Faturayı kim toplayacak?

Türkiye ile KKTC arasındaki krizin temelinde, su faturalarını kimin toplayacağı sorusu yatıyor. Türkiye 4 yılda tamamladığı projede, 1.6 milyar lira harcayarak Anamur’a boşalan Dragos çayı suyunu KKTC’ye ulaştırdı. Türkiye ayrıca, mali gücü olmaması nedeniyle KKTC içindeki isale hatlarını da yaptı. Ancak Ada’ya pompalanan yıllık 75 milyon metreküp suyun son kullanıcıya ulaşması için 650 milyon liralık altyapı yatırımı yapılması gerekiyor. KKTC belediyelerinin ve hükümetin de böyle bir kaynağı yok.
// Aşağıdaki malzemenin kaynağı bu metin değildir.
import { computeBands } from "@/lib/tb/bands";
import { previewDocumentFit } from "@/lib/tb/analysis/fit-document";
import type { ModelDocument } from "@/lib/tb/document";
import { samplePath } from "@/lib/tb/kpath";
import { compileModel } from "@/lib/tb/model";
import { buildFitProblem, type StoredReference } from "./problem";
import type { FitOutcome } from "./record";
import type { FitSpec } from "./spec";

/** What the fit-quality plots draw: start and fitted bands on the default path, the aligned reference, residuals. */
export interface FitQuality {
  distance: number[];
  ticks: { index: number; label: string }[];
  start: number[][];
  fitted: number[][];
  reference: { distance: number[]; energies: (number | null)[][] };
  /** [path position, fitted − aligned reference (eV), model band] for every value in the fit. */
  residuals: [number, number, number][];
  window: [number, number] | null;
}

const rows = (e: ArrayLike<number>[]) => e.map((r) => Array.from(r));

export function buildFitQuality(start: ModelDocument, fitted: ModelDocument, reference: StoredReference, spec: FitSpec, outcome: FitOutcome): FitQuality {
  const path = samplePath(fitted);
  const problem = buildFitProblem(start, reference, spec);
  // The fit chose its values at the start point; the same selection is made again here.
  const { pairs } = previewDocumentFit(start, problem.keys, problem.reference, problem.options);
  const atReference = computeBands(compileModel(fitted), problem.reference.kFrac).energies;
  const residuals = pairs.map((p): [number, number, number] => [
    problem.distance[p.k],
    atReference[p.k][p.modelBand] - ((problem.reference.energies[p.k][p.referenceBand] as number) + outcome.shift),
    p.modelBand,
  ]);
  const offset = spec.bandOffset;
  return {
    distance: path.distance,
    ticks: path.ticks,
    start: rows(computeBands(compileModel(start), path.kFrac).energies),
    fitted: rows(computeBands(compileModel(fitted), path.kFrac).energies),
    reference: {
      distance: problem.distance,
      // Reference band n + offset is drawn as model band n, shifted onto the model's energy zero.
      energies: problem.reference.energies.map((row) => row.slice(Math.max(0, offset)).map((e) => (e === null ? null : e + outcome.shift))),
    },
    residuals,
    window: spec.window,
  };
}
Bu nedenle Türkiye, suyun kamu-özel ortaklığı yönteminle KKTC hükümetinin denetiminde işletilmesini, gerekli 650 milyon liralık yatırımın da özel sektörün yapmasını istiyor. KKTC hükümetinin kabul ettiği ancak CTP Parti Meclisi’ne takılan anlaşmada su faturaları işletme ihalesini alacak özel şirketin toplaması öngörülüyor. Belediyelerin önemli bölümü ise, gelirlerini ve fatura toplama haklarını devretmek istemiyor. KKTC’de mevcut su yönetiminde devlet belediyelere su satarken büyük oranlarda sübvansiyon uyguluyor. Belediyelerin fatura tahsilat oranları da düşük.